Limitations and what fan-out tools still miss
- Engines evolve fan-out behavior weekly. Today's tree may not match next month's. Re-run on a quarterly cadence.
- Personalization variance. Real-user fan-out trees vary by signed-in context, region, prior chat history. Tool output is a representative sample, not ground truth.
- The model still hallucinates sub-queries. Treat fan-out output as a strong hypothesis, not a contract.
Close the loop between fan-out and visibility
OtterlyAI is the only GEO platform I know of that ties query fan-out to your actual mention and citation data per sub-query. Stop generating fan-out trees in isolation — make them actionable.
FAQs
What is query fan-out?
The process by which AI engines decompose a single user query into 5–20 related sub-queries, retrieve sources for each, and synthesize a single answer from the union of retrievals.
Is query fan-out worth optimizing for in B2B SaaS?
Yes.
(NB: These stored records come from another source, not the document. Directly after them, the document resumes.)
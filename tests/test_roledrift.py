"""Role-definition drift: a planted shift of one role is recovered in feature units."""

from __future__ import annotations

import numpy as np
import pytest

from drift.measure.role_drift import drift_headlines, role_drift


def _spot_up_role(model):
    return model.role_ids_[int(np.argmax([d.startswith("spot-up heavy") for d in model.role_descriptions_]))]


def test_planted_shift_in_one_role_is_recovered(demo_model, demo_prepared):
    kept = demo_prepared.kept.copy()
    roles = demo_model.predict(kept)
    spot = _spot_up_role(demo_model)
    before = role_drift(demo_model, kept, seed=0)
    last = (kept["season"] == "2024-25").to_numpy() & (roles == spot)
    kept.loc[last, "three_pa_rate"] += 0.08  # spot-up wings shoot more threes in the last season
    after = role_drift(demo_model, kept, seed=0)

    def value(drift, role):
        return drift[(drift["role"] == role) & (drift["feature"] == "three_pa_rate")].set_index("season")["value"]

    assert (value(after, spot) - value(before, spot))["2024-25"] == pytest.approx(0.08, abs=0.02)
    assert (value(after, spot) - value(before, spot)).drop("2024-25").abs().max() < 0.01
    for role in set(demo_model.role_ids_) - {spot}:
        assert abs((value(after, role) - value(before, role))["2024-25"]) < 0.02


def test_demo_league_trend_is_recovered(demo_model, demo_prepared):
    """Known truth: three-point rate rises 0.008 a season league-wide, 0.020 for spot-up wings."""
    from drift.sim.demo import SPOT_UP_EXTRA_TREND, THREE_RATE_TREND

    drift = role_drift(demo_model, demo_prepared.kept, seed=0)
    three = drift[(drift["feature"] == "three_pa_rate") & (drift["season"] == "2024-25")].set_index("role")
    spot = _spot_up_role(demo_model)
    expected = 5 * (THREE_RATE_TREND + SPOT_UP_EXTRA_TREND)
    print(f"spot-up role three-point rate, 2019-20 to 2024-25: {three.loc[spot, 'change_from_first']:+.3f} "
          f"(truth {expected:+.3f})")
    assert three.loc[spot, "change_from_first"] == pytest.approx(expected, abs=0.03)
    heads = drift_headlines(drift)
    assert "three-point rate up" in heads.loc[heads["role"] == spot, "text"].iloc[0]


def test_every_season_and_role_is_reported(demo_model, demo_prepared):
    drift = role_drift(demo_model, demo_prepared.kept, seed=0)
    assert set(drift["season"]) == set(demo_prepared.kept["season"])
    per = drift.groupby("season")["role"].nunique()
    assert (per == len(demo_model.role_ids_)).all()
    assert drift["match_cost"].max() < 0.5  # each season's groups sit close to the reference roles


def test_no_drift_is_called_when_seasons_are_shuffled(demo_model, demo_prepared):
    """Known truth: with season labels shuffled among rows, no role definition truly moves."""
    rng = np.random.default_rng(5)
    kept = demo_prepared.kept.copy()
    kept["season"] = rng.permutation(kept["season"].to_numpy())
    drift = role_drift(demo_model, kept, seed=0)
    share = drift["beyond_noise"].mean()
    print(f"share of role-season-feature centres called beyond noise with shuffled seasons: {share:.4f}")
    assert share < 0.01
    assert len(drift_headlines(drift)) <= 1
Commercial queries in B2B SaaS fan out heavily into comparison, evaluation, and alternatives sub-queries — exactly the queries where buyer decisions are made.
How does a query fan-out tool compare to free alternatives?
You can manually generate a fan-out tree by prompting ChatGPT or Claude. For systematic use across many parent queries, with engine differentiation and visibility cross-reference, a tool is the practical choice.
What data sources does OtterlyAI use for fan-out?
Engine-specific prompt runs that surface the actual sub-queries each engine retrieves for, cross-referenced with OtterlyAI's prompt visibility data.
Can fan-out tools integrate with my existing SEO stack?
Yes — most modern tools (including OtterlyAI) expose fan-out data via API or export so you can feed it into your content brief tooling.